Asapon is well familiar with the cultural significance and drama of the ekiden—he grew up watching the races on TV. For Nike’s 2025 Ekiden Collection, intended for the 101st running of the major Hakone Ekiden come January, he looked for a muse that could suit a next generation of racers. In Japan, flames represent new beginnings. For this Asapon went backward, to the old Streak Spectrum Plus, a distinctly Japanese shoe.

He had his memory of the Streak Spectrum Plus, and the physical Supreme shoe, but those were insufficient to transmit the fire from the old designs to the new ones. Asapon went to Nike’s internal archive to review an original pair in order to best recreate its graphics.

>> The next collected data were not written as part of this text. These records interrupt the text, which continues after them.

#pragma once
// Intervals for a binomial proportion (a share of draws inside a class, an acceptance rate).
#include <cmath>
#include <cstdint>

namespace covey {

struct ProportionInterval {
  double lo = 0, hi = 1;
};

// The Wilson score interval for `successes` out of `trials` (common practice; R's
// prop.test(correct = FALSE) reports the same interval). z = 1.96: 95%. trials = 0 gives [0, 1].
inline ProportionInterval wilson_interval(std::uint64_t successes, std::uint64_t trials,
                                          double z = 1.959963984540054) {
  if (trials == 0) return {0.0, 1.0};
  const double n = static_cast<double>(trials);
  const double p = static_cast<double>(successes) / n;
  const double z2 = z * z;
  const double denom = 1 + z2 / n;
  const double center = (p + z2 / (2 * n)) / denom;
  const double half = z * std::sqrt(p * (1 - p) / n + z2 / (4 * n * n)) / denom;
  return {std::fmax(0.0, center - half), std::fmin(1.0, center + half)};
}

}  // namespace covey
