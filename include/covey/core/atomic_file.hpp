#pragma once
// Outputs are never half-written: write to a temporary file beside the target, then rename it
// over the target on commit(). An uncommitted output (error, exception) is removed, and an
// existing file at the target is left untouched.
#include <string>

namespace covey {

class AtomicOutput {
 public:
  explicit AtomicOutput(std::string target);
  ~AtomicOutput();
  AtomicOutput(const AtomicOutput&) = delete;
  AtomicOutput& operator=(const AtomicOutput&) = delete;

  const std::string& temp_path() const { return temp_; }
  const std::string& target_path() const { return target_; }
  void commit();  // fsync + rename; throws Error on failure

 private:
  std::string target_;
  std::string temp_;
  bool committed_ = false;
};

// A folder written whole or not at all: files go into temp_path(), a fresh folder beside the
// target; commit() puts it in the target's place, replacing an existing folder there (by an
// atomic exchange where the file system allows it). Without commit() the temporary folder is
// removed and the target is left untouched. Whether an existing folder may be replaced is the
// caller's decision (check before committing).
class AtomicDirectory {
 public:
  explicit AtomicDirectory(std::string target);
  ~AtomicDirectory();
  AtomicDirectory(const AtomicDirectory&) = delete;
  AtomicDirectory& operator=(const AtomicDirectory&) = delete;

  const std::string& temp_path() const { return temp_; }
  const std::string& target_path() const { return target_; }
  void commit();  // throws Error on failure (the target is then unchanged)

 private:
  std::string target_;
  std::string temp_;
  bool committed_ = false;
};

// Writes `text` to `path` atomically.
void write_text_file_atomically(const std::string& path, const std::string& text);

// Throws InputError unless an AtomicOutput could be made for `path` (its folder exists and it is
// not a folder): lets long commands fail before the work rather than after it.
void require_output_path(const std::string& path);

// Never replace a user's file unasked: throws OptionError naming the path when it exists and
// `overwrite` (the field the CLI spells --force) is not set. Checks require_output_path too.
void require_new_output(const std::string& path, bool overwrite);

// Throws InputError when the file cannot be opened for reading (names the path).
void require_readable(const std::string& path);

}  // namespace covey
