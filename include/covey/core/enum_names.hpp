#pragma once
// One way to name an enum's values: a constexpr table of {value, name} pairs per enum, read by
// enum_name() (value -> text) and enum_from_name() (text -> value), so each name is written once.
#include <cstddef>
#include <optional>
#include <string>
#include <string_view>

namespace covey {

template <class E>
struct EnumName {
  E value;
  const char* name;
};

// The name of `value` in `table`, or `fallback` for a value the table lacks.
template <class E, std::size_t N>
constexpr const char* enum_name(const EnumName<E> (&table)[N], E value,
                                const char* fallback = "?") {
  for (const EnumName<E>& entry : table)
    if (entry.value == value) return entry.name;
  return fallback;
}

// The value named `text` in `table`, or nothing.
template <class E, std::size_t N>
constexpr std::optional<E> enum_from_name(const EnumName<E> (&table)[N], std::string_view text) {
  for (const EnumName<E>& entry : table)
    if (text == entry.name) return entry.value;
  return std::nullopt;
}

// The table's names for a message: "a, b or c".
template <class E, std::size_t N>
std::string enum_name_list(const EnumName<E> (&table)[N]) {
  std::string out;
  for (std::size_t i = 0; i < N; ++i) {
    if (i > 0) out += i + 1 == N ? " or " : ", ";
    out += table[i].name;
  }
  return out;
}

}  // namespace covey
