#pragma once
// Log-space arithmetic shared by every engine: sums of weights are taken with a common scale
// and long-double accumulation (docs/mathematics.md section 1).
#include <cmath>
#include <limits>
#include <span>

namespace covey {

inline constexpr double kNegInf = -std::numeric_limits<double>::infinity();

// log(exp(a) + exp(b)) without overflow; either argument may be -inf.
inline double log_add(double a, double b) {
  if (a == kNegInf) return b;
  if (b == kNegInf) return a;
  if (a < b) std::swap(a, b);
  return a + std::log1p(std::exp(b - a));
}

// log(sum exp(x_i)) with the maximum as common scale and long-double accumulation.
inline double log_sum_exp(std::span<const double> xs) {
  double top = kNegInf;
  for (double x : xs) top = x > top ? x : top;
  if (top == kNegInf) return kNegInf;
  long double acc = 0.0L;
  for (double x : xs) acc += std::exp(static_cast<long double>(x - top));
  return top + static_cast<double>(std::log(acc));
}

// Streaming log-sum-exp: rescales the long-double accumulator when a larger term arrives.
class LogSumAccumulator {
 public:
  void add(double x) {
    if (x == kNegInf) return;
    if (x > scale_) {
      acc_ = acc_ * std::exp(static_cast<long double>(scale_ - x)) + 1.0L;
      scale_ = x;
    } else {
      acc_ += std::exp(static_cast<long double>(x - scale_));
    }
  }
  void add(const LogSumAccumulator& other) {
    if (other.scale_ == kNegInf) return;
    add_scaled(other.scale_, other.acc_);
  }
  double value() const {
    return scale_ == kNegInf ? kNegInf : scale_ + static_cast<double>(std::log(acc_));
  }

 private:
  void add_scaled(double scale, long double acc) {
    if (scale > scale_) {
      acc_ = acc_ * std::exp(static_cast<long double>(scale_ - scale)) + acc;
      scale_ = scale;
    } else {
      acc_ += acc * std::exp(static_cast<long double>(scale - scale_));
    }
  }
  double scale_ = kNegInf;
  long double acc_ = 0.0L;
};

}  // namespace covey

“We were lucky that some of the original product creation team is still around Nike,” Asapon says. “We partnered with them and were able to secure the exact artwork from the original Spectrum Plus. The flame graphic was modified slightly to ensure it cohesively integrated on the uppers of our modern racing innovations.”

At Nike, Asapon is a graphics designer who works on Nike’s “express lane” footwear. Express lane product comes to market quicker than standard Nike creations—the goal is to get consumer insights and turn them around with relative speed. So like the shoes, and their graphics, Asapon had to be fast.

He wasn’t designing entirely new models—the 2025 Ekiden Collection is essentially a graphic update to existing Nike running shoes. But he was introducing a new kind of production to Nike’s Flyknit sneakers, which usually do not have graphics printed on them.

“The challenge was to print the gradient flame graphic over the Flyknit upper,” Asapon says. “Most printing methods compromise the stretch or breathability of Flyknit. We worked across multiple teams to find a solution.”

Asapon’s team connected with others from Nike’s Advanced Product Creation Center and Bowerman Footwear Lab at its headquarters in Beaverton, Oregon. They went through at least four different printing methods before landing on one that was reliable enough to use for production.

Asapon and his colleagues visited the factory where the 2025 Ekiden Collection sneakers were to be produced, examining the physical samples in order to reduce the lead time. He says that the trip allowed them to solve problems on the shoe that shortened its creation timeline, which took about a year total.

The project brings a bit of Asapon’s sneaker history full circle. He coveted the Zoom Streak Spectrum Plus as a young man and years later, as a designer at Nike, helped interpolate the archive model into something new. He watches ekiden races as he did back then, but now he pays extra attention to the sneakers, keeping an eye out for runners wearing his projects.

The shoes also mark a return to form for Radcliffe, who is back in fiery Nikes after the brand sent her a pair of the Zoom Fly 6 from the 2025 Ekiden collection. Decades removed from her ekiden debut in Hawaii, she organizes her own ekiden-style races for families. And years after the end of her pro running career, Radcliffe still has marathons left in her.

She wants to cross off a few more races in order to come closer to completing the full cycle of world marathon majors—she’s missing Boston, Tokyo, and the newly added Sydney. She plans to run the Boston Marathon in 2025 and has already signed up for Tokyo.

One assumes she’ll be wearing Nike’s inferno footwear from the Ekiden Collection when she crosses the finish line in Tokyo for the first time. Radcliffe knows she’s far off her peak pace, but seeing the flaming Nikes on her feet brings back memories of her fastest runs.

“You just look down, and even though I’m a lot slower than I was in 2003, it’s almost like it looks the same as it used to,” Radcliffe says. “It’s just not quite the quick cadence that it was.”